Last year I found out when a kidney stone made its slow passage through my right ureter. You may not know what ureters are -- certainly you wouldn't be too aware that you possessed them until a bit of solid matter larger than the ureter's diameter left your kidney for the journey to the outside world.

This journey can begin suddenly, with paralyzing force. "Like being hit with a two-by-four," one friend told me. "Like being shot with an arrow," said another. But no simile can adequately describe pain, or pleasure for that matter; it must be experienced. We can know the concrete causes of pain, like pressure, too much heat, the splitting of the flesh, but the resultant pain is an abstraction, and like all abstractions it lies beyond the precise grasp of language. We simply don't have the words. We can have trouble, then, describing our own pain and another's pain, even when it manifests itself in grimacing, say, or writhing. Ultimately it remains metaphysical -- something to doubt.

My kidney stone "attack" tugged me from an uneasy sleep at 3:07 a.m. The pain was then only a few degrees beyond uncomfortable, and I thought for some hopeful minutes that I might have a strange muscle cramp or that my innards were protesting against the odd-tasting tofu burger I had risked for dinner. I tried to ignore it. I tried to force my thoughts elsewhere. But the pain was insistent. I massaged my side and twisted this way and that, but no amount of repositioning or rubbing relieved the hot spike tunneling through my abdomen.

The pain ascended through the long hours of the early morning toward a level that dwarfed all the other pains I had known before, including an abscessed tooth and torn ankle ligaments. It nearly equaled the spectacular sensation of bringing a hammer down upon my thumb, but that was brief in comparison, a few minutes of localized agony that then settled into a bearable throbbing. The pain in my side was not just severe but unrelenting, a continuous deep gnawing coupled with cold sweats, nausea and other blades of pain that radiated throughout the confused coils of my digestion, causing more mischief there.

I paced the length of the house, took a hot bath, tried some yoga and breathing exercises taken from a dusty New Age book I had once purchased as a cure for all my ills. I pulled my hair, pressed my temples, bit my fist. Before all emotions left me, I cursed with a flamboyance that, were I loud enough, would surely have caused the houseplants to wilt. At one point, I curled up on the floor like the insensate fetus I wished then to be. But no measure I took lessened the pain.

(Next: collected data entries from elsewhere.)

"""Packing, counting and finding bits, against plain Python."""

from __future__ import annotations

import numpy as np
import pytest
from hypothesis import given
from hypothesis import strategies as st

from harness.signal import bits


def plainly(data: bytes, order: str) -> list[int]:
    shifts = range(8) if order == "lsb" else range(7, -1, -1)
    return [(byte >> shift) & 1 for byte in data for shift in shifts]


@pytest.mark.parametrize("order", ["lsb", "msb"])
@given(data=st.binary(max_size=200))
def test_unpack_gives_bits_in_travelling_order_and_pack_takes_them_back(order, data):
    unpacked = bits.unpack(data, order)
    assert unpacked.tolist() == plainly(data, order)
    assert bits.pack(unpacked, order).tobytes() == data


@pytest.mark.parametrize("order", ["lsb", "msb"])
@given(data=st.binary(max_size=200))
def test_positions_of_ones_are_those_a_loop_finds(order, data):
    expected = [i for i, bit in enumerate(plainly(data, order)) if bit]
    assert bits.positions_of_ones(np.frombuffer(data, dtype=np.uint8), order).tolist() == expected


@given(data=st.binary(max_size=300), skip=st.integers(0, 9))
def test_count_of_ones_does_not_depend_on_alignment_or_length(data, skip):
    piece = np.frombuffer(data, dtype=np.uint8)[skip:]
    assert bits.count_ones(piece) == sum(byte.bit_count() for byte in data[skip:])
    assert bits.count_ones(piece[::2]) == sum(byte.bit_count() for byte in data[skip::2])


@pytest.mark.parametrize("share", [0, 1e-5, 1e-3, 0.1, 0.5, 1])
@pytest.mark.parametrize("size", [4095, 4096, 100_000, 300_001])
def test_count_of_ones_in_large_buffers_is_the_sum_of_their_bits(share, size):
    rng = np.random.default_rng(1)
    ones = (rng.random(8 * size) < share).astype(np.uint8)
    assert bits.count_ones(np.packbits(ones)) == int(ones.sum())


@given(data=st.binary(min_size=1, max_size=50))
def test_swapping_the_order_turns_one_reading_into_the_other(data):
    swapped = bits.swap_order(np.frombuffer(data, dtype=np.uint8))
    assert bits.unpack(swapped, "lsb").tolist() == plainly(data, "msb")


@given(value=st.integers(0, 2**200), count=st.integers(0, 200))
def test_ints_and_bits_are_two_writings_of_one_thing(value, count):
    low = value % 2**count
    written = bits.bits_of_int(value, count)
    assert written.tolist() == [(low >> i) & 1 for i in range(count)]
    assert bits.int_of_bits(written) == low
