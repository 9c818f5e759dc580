"""Registers: sequence, period, jumps, places and the shortest recurrence, against stepping bit by bit."""

from __future__ import annotations

import itertools

import numpy as np
import pytest
from hypothesis import given, settings
from hypothesis import strategies as st

from harness.signal import polynomials
from harness.signal.patterns import known_patterns
from harness.signal.registers import Register, shortest_recurrence, sliding_windows

ROWS = {row.name: row.taps for row in known_patterns()}


def step_by_step(taps: tuple[int, ...], start: list[int], count: int) -> list[int]:
    bits = list(start)
    while len(bits) < count:
        bits.append(sum(bits[-tap] for tap in taps) % 2)
    return bits[:count]


def period_by_stepping(taps: tuple[int, ...]) -> int:
    first = state = (1,) * taps[-1]
    for count in itertools.count(1):
        state = (*state[1:], sum(state[-tap] for tap in taps) % 2)
        if state == first:
            return count
    raise AssertionError


def test_periods_of_all_small_registers_are_those_found_by_stepping():
    checked = 0
    for stages in range(2, 11):
        for others in range(1, stages, 2):
            for inner in itertools.islice(itertools.combinations(range(1, stages), others), 12):
                taps = (*inner, stages)
                assert Register(taps).period == period_by_stepping(taps), taps
                checked += 1
    assert checked > 150


@pytest.mark.parametrize("name", ROWS)
def test_registers_of_the_table_are_maximal_forwards_and_backwards(name):
    register = Register(ROWS[name])
    assert register.period == register.reversed.period == 2**register.stages - 1
    assert register.reversed.reversed == register


@pytest.mark.parametrize("name", ROWS)
def test_reversed_register_gives_the_sequence_backwards(name):
    register = Register(ROWS[name])
    stages = register.stages
    forwards = step_by_step(register.taps, [1] * stages, 40 * stages)
    backwards = forwards[::-1]
    assert step_by_step(register.reversed.taps, backwards[:stages], len(backwards)) == backwards


@given(data=st.data())
@settings(max_examples=60, deadline=None)
def test_runs_from_any_window_are_those_of_a_stepped_register(data):
    stages = data.draw(st.integers(2, 32))
    inner = data.draw(
        st.sets(st.integers(1, stages - 1), min_size=1, max_size=5).filter(lambda s: len(s) % 2)
    )
    window = data.draw(st.integers(0, 2**stages - 1))
    taps = (*sorted(inner), stages)
    start = [(window >> i) & 1 for i in range(stages)]
    assert Register(taps).bits_from(window, 500).tolist() == step_by_step(taps, start, 500)


def matrix_jump(taps: tuple[int, ...], count: int) -> list[int]:
    """The window after `count` steps, by squaring the companion matrix: an independent way to jump."""
    n = taps[-1]
    step = np.zeros((n, n), dtype=np.int64)
    step[np.arange(n - 1), np.arange(1, n)] = 1
    step[n - 1, [n - tap for tap in taps]] = 1
    state = np.ones(n, dtype=np.int64)
    while count:
        if count & 1:
            state = step @ state % 2
        step = step @ step % 2
        count >>= 1
    return state.tolist()


@pytest.mark.parametrize("name", ROWS)
@pytest.mark.parametrize("backwards", [False, True])
def test_jump_to_a_place_and_back_from_its_window(name, backwards):
    register = Register(ROWS[name])
    register = register.reversed if backwards else register
    period = register.period
    rng = np.random.default_rng(20)
    places = [0, 1, period - 1, period // 2, *rng.integers(period, size=8).tolist()]
    for place in places:
        window = register.window_at(place)
        assert [(window >> i) & 1 for i in range(register.stages)] == matrix_jump(register.taps, place)
        assert register.place_of(window) == place
        assert register.window_at(place - period) == window == register.window_at(place + period)


@pytest.mark.parametrize("taps", [(2, 4), (3, 6), (1, 5), (4, 8)])
def test_place_of_every_window_of_registers_with_several_cycles(taps):
    register = Register(taps)
    bits = step_by_step(taps, [1] * taps[-1], register.period + taps[-1] - 1)
    on_cycle = {
        int(window): i for i, window in enumerate(sliding_windows(np.array(bits, np.uint8), taps[-1]))
    }
    assert 0 not in on_cycle
    assert len(on_cycle) == register.period < 2 ** taps[-1] - 1
    for window in range(2 ** taps[-1]):
        assert register.place_of(window) == on_cycle.get(window)


@pytest.mark.parametrize("taps", [(), (1, 2, 3), (5, 5), (0, 3), (3, 2), (-1, 4), (4, 33), (7,)])
def test_taps_that_make_no_register_are_refused(taps):
    with pytest.raises(ValueError, match=r"tap|register"):
        Register(taps)


@pytest.mark.parametrize("name", ROWS)
def test_shortest_recurrence_of_twice_the_stages_names_the_taps(name):
    register = Register(ROWS[name])
    rng = np.random.default_rng(3)
    start = rng.integers(0, 2, register.stages).tolist()
    start[0] = 1
    length, connection = shortest_recurrence(
        np.array(step_by_step(register.taps, start, 2 * register.stages + 5), np.uint8)
    )
    assert length == register.stages
    assert [t for t in range(1, length + 1) if connection >> t & 1] == list(register.taps)


@given(bits=st.lists(st.integers(0, 1), max_size=14))
@settings(max_examples=150, deadline=None)
def test_no_recurrence_is_shorter_than_the_shortest(bits):
    length, connection = shortest_recurrence(np.array(bits, np.uint8))

    def fits(size: int, taps: int) -> bool:
        return all(
            bits[i] == sum(bits[i - t] for t in range(1, size + 1) if taps >> t & 1) % 2
            for i in range(size, len(bits))
        )

    assert fits(length, connection)
    assert not any(fits(size, 2 * taps) for size in range(length) for taps in range(2**size))


@given(a=st.integers(0, 2**40), b=st.integers(1, 2**20))
def test_quotient_and_remainder_give_the_polynomial_back(a, b):
    rest = polynomials.remainder(a, b)
    assert rest.bit_length() < b.bit_length()
    assert polynomials.multiply(polynomials.quotient(a, b), b) ^ rest == a


@given(a=st.integers(1, 2**12), b=st.integers(1, 2**12), c=st.integers(1, 2**8))
def test_common_divisor_divides_both_and_holds_every_shared_factor(a, b, c):
    shared = polynomials.common_divisor(polynomials.multiply(a, c), polynomials.multiply(b, c))
    for whole in (polynomials.multiply(a, c), polynomials.multiply(b, c)):
        assert polynomials.remainder(whole, shared) == 0
    assert polynomials.remainder(shared, c) == 0


@given(modulus=st.integers(1, 2**9).map(lambda m: 2 * m + 1))
@settings(deadline=None)
def test_order_of_x_is_the_first_power_that_is_one(modulus):
    power, order = polynomials.remainder(2, modulus), 1
    while power != polynomials.remainder(1, modulus):
        power, order = polynomials.remainder(power << 1, modulus), order + 1
    assert polynomials.order_of_x(modulus) == order


def test_polynomials_divisible_by_x_have_no_order():
    with pytest.raises(ValueError, match="no power of x"):
        polynomials.order_of_x(0b110)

When the sun fully rose, I was still in pain, and still grinding my teeth against it some hours later in the emergency room of a local hospital. A nurse inserted a shunt into the back of my hand and hooked me up to an I.V. meant to flush the stone from my plumbing. It would be an additional hour of pain before I received a mainline of blessed Toradol. In 20 minutes, the pain began to retreat. In half an hour, I was smiling, joking with the nurse and listening to the prosaic conversations of the staff, even as other emergency cases groaned and yelped in the curtained spaces about me. But I smiled and joked because of relief, not elation. In fact, while I was still in the E.R., a peculiar despair began to creep over me.